→ **Assigned task**
Check each line of the data for "argwhere" and select those that have it.

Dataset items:
"""The shot atlas: grid, per-cell best shot, Dask runs, resume, the command.

Outside references: scipy's normal distribution for the success rate; the
engine itself (through ``simulate``, not the search) for every cell's shot;
hand-worked grid sizes and areas.
"""

from __future__ import annotations

import json
import math
from pathlib import Path

import numpy as np
import pytest
from hypothesis import given, settings
from hypothesis import strategies as st
from scipy.stats import norm

from shotplan.atlas import (
    BLOCK_CELLS,
    AtlasInterrupted,
    AtlasJob,
    aim_rate,
    compute_block,
    lattice_step,
    make_grid,
    run_atlas,
)
from shotplan.atlas import run as atlas_run
from shotplan.cli import main
from shotplan.errors import InputError
from shotplan.layout import load_layout
from shotplan.physics import simulate
from shotplan.search import find_shots
from shotplan.stroke import Stroke

ROOT = Path(__file__).resolve().parents[1]
CUT = ROOT / "assets" / "layouts" / "club-night-2-cut-to-corner.json"


@pytest.fixture(scope="module")
def layout():
    return load_layout(CUT)


@pytest.fixture(scope="module")
def coarse(layout):
    """A coarse direct-only atlas of ball 2, computed in this process."""
    return run_atlas(AtlasJob(layout, "2", cell_m=0.2, kinds=("direct",)), workers=0)


@pytest.mark.parametrize("lo,hi,sd", [(-0.1, 0.2, 0.15), (-1.0, 1.0, 0.5), (0.05, 0.3, 0.1),
                                      (-0.3, -0.01, 0.2), (-2.0, 3.0, 1.5)])
def test_rate_is_the_normal_probability_of_the_window(lo, hi, sd):
    # Source: scipy.stats.norm, an independent implementation of Phi.
    assert aim_rate(lo, hi, sd) == pytest.approx(norm.cdf(hi / sd) - norm.cdf(lo / sd),
                                                 abs=1e-12)


def test_rate_without_aim_error_is_in_or_out():
    # Hand-worked: with no error the aimed line itself decides.
    assert aim_rate(-0.1, 0.1, 0.0) == 1.0
    assert aim_rate(0.05, 0.1, 0.0) == 0.0


def test_grid_size_and_centring_hand_worked(layout):
    # The 9-ft table's bed is 2.54 m x 1.27 m (WPA equipment specifications,
    # from memory; the preset's own numbers are read here): 0.1 m cells give
    # floor(2.54 / 0.1) = 25 by floor(1.27 / 0.1) = 12, centred on the bed.
    table = layout.geometry
    g = make_grid(layout, 0.1)
    assert g.shape == (math.floor(table.width / 0.1 + 1e-9), math.floor(table.length / 0.1 + 1e-9))
    assert g.x[0] + g.x[-1] == pytest.approx(table.length)
    assert g.y[0] + g.y[-1] == pytest.approx(table.width)
    assert np.allclose(np.diff(g.x), 0.1) and np.allclose(np.diff(g.y), 0.1)


def test_open_cells_are_where_a_ball_can_lie(layout):
    # Away from the pockets (whose mouths let a ball past the nose lines), a
    # ball's centre is at least one radius inside the nose lines; it is two
    # radii from any other ball's centre (balls cannot overlap: geometry).
    g = make_grid(layout, 0.02)
    table = layout.geometry
    R = table.ball_radius
    xx, yy = np.meshgrid(g.x, g.y)
    far = np.ones(g.open.shape, dtype=bool)
    for pk in table.pockets:
        far &= np.hypot(xx - pk.corner[0], yy - pk.corner[1]) > 0.25
    px, py = xx[g.open & far], yy[g.open & far]
    assert px.size > 1000
    assert (px >= R - 1e-12).all() and (px <= table.length - R + 1e-12).all()
    assert (py >= R - 1e-12).all() and (py <= table.width - R + 1e-12).all()
    ox, oy = layout.position("2")
    assert (np.hypot(px - ox, py - oy) >= 2 * R).all()
    # ... and the cells just around the object ball are closed.
    near = np.hypot(xx - ox, yy - oy) < 2 * R
    assert near.any() and not g.open[near].any()


def test_every_cell_shot_pockets_the_ball_in_the_engine(layout, coarse):
    # Each cell's best shot, played again through simulate (the engine, not
    # the search), pockets ball 2 in the pocket the atlas names.
    g = coarse.grid
    checked = 0
    for r in range(g.shape[0]):
        for c in range(g.shape[1]):
            if not g.open[r, c] or coarse.maps["window_deg"][r, c] <= 0:
                continue
            m = {k: float(v[r, c]) for k, v in coarse.maps.items()}
            here = layout.with_ball("cue", (float(g.x[c]), float(g.y[r])))
            out = simulate(here, Stroke(m["direction_deg"], m["speed_mps"], m["side"],
                                        m["height"]))
            pocketed = {e.balls[0]: e.where for e in out.events if e.kind.word == "pocket"}
            assert pocketed.get("2") == coarse.pocket[r, c]
            checked += 1
    assert checked >= 20


def test_region_area_is_cells_times_cell_area(coarse):
    # Hand-worked: the region is a union of whole, non-overlapping cells.
    w = coarse.maps["window_deg"]
    for minimum in (0.1, 0.3, 1.0):
        n = int(np.sum(np.nan_to_num(w, nan=-1.0) >= minimum))
        assert coarse.region("window_deg", minimum).area == pytest.approx(n * 0.2 ** 2)


def test_blocks_do_not_depend_on_the_number_of_workers(layout):
    # Dask's LocalCluster with two worker processes against this process:
    # identical to the last bit (each cell is computed from its inputs alone).
    job = AtlasJob(layout, "2", cell_m=0.3, kinds=("direct",))
    here = run_atlas(job, workers=0)
    there = run_atlas(job, workers=2)
    assert there.workers == 2
    for name, values in here.maps.items():
        assert np.array_equal(values, there.maps[name], equal_nan=True), name
    assert (here.pocket == there.pocket).all() and (here.kind == there.kind).all()


def test_resume_keeps_finished_blocks_and_refuses_another_job(layout, tmp_path, monkeypatch):
    job = AtlasJob(layout, "2", cell_m=0.1, kinds=("direct",))
    assert int(job.grid.open.sum()) > 3 * BLOCK_CELLS
    real = atlas_run.compute_block
    calls = []

    def stop_at_third(*args):
        calls.append(args)
        if len(calls) == 3:
            raise KeyboardInterrupt
        return real(*args)

    monkeypatch.setattr(atlas_run, "compute_block", stop_at_third)
    with pytest.raises(AtlasInterrupted) as stop:
        run_atlas(job, workers=0, resume=tmp_path / "keep")
    assert stop.value.done == 2 * BLOCK_CELLS and "--resume" in str(stop.value)
    assert len(list((tmp_path / "keep").glob("block-*.json"))) == 2
    monkeypatch.setattr(atlas_run, "compute_block", real)
    resumed = run_atlas(job, workers=0, resume=tmp_path / "keep")
    assert resumed.blocks_reused == 2
    fresh = run_atlas(job, workers=0)
    for name, values in fresh.maps.items():
        assert np.array_equal(values, resumed.maps[name], equal_nan=True), name
    other = AtlasJob(layout, "2", cell_m=0.1, kinds=("direct", "bank"))
    with pytest.raises(InputError, match="holds another atlas"):
        run_atlas(other, workers=0, resume=tmp_path / "keep")


def _strict(text: str) -> object:
    def refuse(name: str) -> None:
        raise ValueError(name)

    return json.loads(text, parse_constant=refuse)


CONTRACT_KEYS = {"x", "y", "window_deg", "window_mm", "rate", "pocket", "kind", "direction_deg",
                 "speed_mps", "side", "height"}
"""The keys of each cell in the issue's contract (#16)."""


def test_command_json_follows_the_contract(capsys, tmp_path):
    csv = tmp_path / "a.csv"
    code = main(["atlas", str(CUT), "--ball", "2", "--grid", "0.3", "--kinds", "direct",
                 "--workers", "0", "--json", "--csv", str(csv)])
    out, err = capsys.readouterr()
    assert code == 0, err
    doc = _strict(out)
    assert isinstance(doc, dict) and doc["ball"] == "2" and doc["grid_m"] == 0.3
    cells = doc["cells"]
    assert len(cells) == doc["summary"]["open_cells"] > 0  # one per legal spot
    for cell in cells:
        assert CONTRACT_KEYS <= set(cell)
        assert cell["rate"] is None  # no level given
        if cell["window_deg"] == 0:
            assert cell["pocket"] is None
    header = csv.read_text().splitlines()[0].split(",")
    assert CONTRACT_KEYS <= set(header) and len(csv.read_text().splitlines()) == len(cells) + 1
    code = main(["atlas", str(CUT), "--ball", "2", "--grid", "0.3", "--kinds", "direct",
                 "--workers", "0", "--json", "--level", "club"])
    with_level = _strict(capsys.readouterr()[0])
    assert all(c["rate"] is not None for c in with_level["cells"])


def test_atlas_agrees_with_plan_at_random_spots(layout):
    # The contract's check: the atlas's best window equals plan's for the
    # same cue-ball spot (every spot of a full search), to 0.01 degrees.
    job = AtlasJob(layout, "2", cell_m=0.15, adaptive=False)
    atlas = run_atlas(job, workers=0)
    rng = np.random.default_rng(3)
    spots = np.argwhere(atlas.grid.open)
    for r, c in spots[rng.choice(len(spots), 6, replace=False)]:
        here = layout.with_ball("cue", (float(atlas.grid.x[c]), float(atlas.grid.y[r])))
        res = find_shots(here, balls=["2"], top=1)
        best = res.shots[0].window_deg if res.shots else 0.0
        assert atlas.maps["window_deg"][r, c] == pytest.approx(best, abs=0.01)


def test_mirror_symmetric_table_gives_a_mirror_symmetric_atlas():
    # A ball on the long string of a table whose pockets mirror about it: the
    # atlas at (x, y) is the atlas at (x, W - y) (geometry; stun shots have no
    # side, so the physics mirrors too), to one bisection step per edge.
    from shotplan.equipment import TableSpec
    from shotplan.layout import Layout

    spec = TableSpec.preset("pool-9ft")
    lay = Layout(spec, (("cue", (0.5, 0.3)), ("7", (1.9, spec.width_m / 2))))
    atlas = run_atlas(AtlasJob(lay, "7", cell_m=0.12, kinds=("direct", "bank")), workers=0)
    w = np.nan_to_num(atlas.maps["window_deg"], nan=-1.0)
    assert np.array_equal(atlas.grid.open, atlas.grid.open[::-1])
    assert np.abs(w - w[::-1]).max() <= 0.011
    agree = [(atlas.pocket[r, c] is None) == (atlas.pocket[-1 - r, c] is None)
             for r, c in np.argwhere(atlas.grid.open)]
    assert all(agree)


@pytest.mark.parametrize("argv,needle", [
    (["--ball", "9"], "--ball"),
    (["--ball", "cue"], "--ball"),
    (["--ball", "2", "--grid", "0.001"], "--grid"),
    (["--ball", "2", "--pocket", "nowhere"], "--pocket"),
    (["--ball", "2", "--kinds", "massé"], "--kinds"),
    (["--ball", "2", "--show", "rate", "--contours", "1.5"], "--contours"),
    (["--ball", "2", "--contours", "-1"], "--contours"),
    (["--ball", "2", "--level", "wizard"], "wizard"),
])
def test_bad_input_is_one_line_and_writes_nothing(argv, needle, capsys, tmp_path):
    picture = tmp_path / "a.png"
    code = main(["atlas", str(CUT), *argv, "--workers", "0", "-o", str(picture)])
    out, err = capsys.readouterr()
    assert code == 2 and out == ""
    assert len(err.strip().splitlines()) == 1 and needle in err and "Traceback" not in err
    assert not picture.exists()


def test_resume_folder_that_is_a_file_is_one_line(capsys, tmp_path):
    f = tmp_path / "not-a-folder"
    f.write_text("mine\n")
    code = main(["atlas", str(CUT), "--ball", "2", "--grid", "0.4", "--kinds", "direct",
                 "--workers", "0", "--resume", str(f)])
    _, err = capsys.readouterr()
    assert code == 2 and "--resume" in err and len(err.strip().splitlines()) == 1
    assert f.read_text() == "mine\n"


# ---------------------------------------------------------------- coarse to fine
@pytest.mark.parametrize("cell_m,k", [(0.005, 16), (0.01, 8), (0.02, 4), (0.04, 2), (0.05, 1)])
def test_lattice_squares_have_a_diagonal_under_four_radii(cell_m, k):
    # Hand-worked: 4 R = 0.1143 m for the 57.15 mm pool ball (WPA equipment
    # specifications, 2 1/4 in); the step is the largest k with
    # k * cell * sqrt(2) < 4 R.
    R = 0.028575
    assert lattice_step(cell_m, R) == k
    assert k == 1 or k * cell_m * math.sqrt(2) < 4 * R <= (k + 1) * cell_m * math.sqrt(2)


@settings(max_examples=300, deadline=None)
@given(st.floats(0, math.pi), st.floats(-0.2, 0.2), st.floats(0.0, 0.02))
def test_a_four_radius_band_across_a_square_covers_a_corner(angle, offset, extra):
    # The reason for the lattice's size (geometry, checked with shapely): a
    # band (a ball's shadow) at least as wide as the square's diagonal that
    # meets the square contains one of its corners, so a corner sees it.
    import shapely

    side = 0.08
    square = shapely.box(0.0, 0.0, side, side)
    width = side * math.sqrt(2) + extra
    u = np.array([math.cos(angle), math.sin(angle)])
    n = np.array([-u[1], u[0]])
    c = np.array([side / 2, side / 2]) + offset * n
    band = shapely.Polygon([c - u + n * width / 2, c + u + n * width / 2, c + u - n * width / 2,
                            c - u - n * width / 2])
    if not band.intersects(square):
        return
    corners = shapely.points([(0, 0), (side, 0), (0, side), (side, side)])
    assert shapely.covers(band, corners).any()


@pytest.mark.parametrize("name,ball", [("club-night-3-bank-practice.json", "3"),
                                       ("club-night-4-position-drill.json", "4")])
def test_filled_spots_agree_with_a_search_of_their_own(name, ball):
    # Brute force on the demo layouts: sampled spots the lattice filled in,
    # each searched on its own, agree with the filled value: no shot where
    # the search finds none and the window within 0.03 degrees or 15 %.
    lay = load_layout(ROOT / "assets" / "layouts" / name)
    job = AtlasJob(lay, ball, cell_m=0.04, kinds=("direct",), speed=2.0)
    assert lattice_step(0.04, lay.geometry.ball_radius) == 2
    atlas = run_atlas(job, workers=2)
    filled = np.argwhere(atlas.grid.open & ~atlas.searched)
    assert len(filled) > 200
    rng = np.random.default_rng(7)
    nx = atlas.grid.shape[1]
    pick = filled[rng.choice(len(filled), 40, replace=False)]
    alone = compute_block(AtlasJob(lay, ball, cell_m=0.04, kinds=("direct",), speed=2.0,
                                   adaptive=False), "check", 0,
                          np.sort(np.array([r * nx + c for r, c in pick])))
    for k, cell in enumerate(alone.cells):
        r, c = divmod(int(cell), nx)
        w_full = alone.values["window_deg"][k]
        w_fill = atlas.maps["window_deg"][r, c]
        assert (w_full > 0) == (w_fill > 0)
        assert abs(w_full - w_fill) <= max(0.03, 0.15 * w_full), (r, c, w_full, w_fill)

→ **Task response**
    spots = np.argwhere(atlas.grid.open)
             for r, c in np.argwhere(atlas.grid.open)]
    filled = np.argwhere(atlas.grid.open & ~atlas.searched)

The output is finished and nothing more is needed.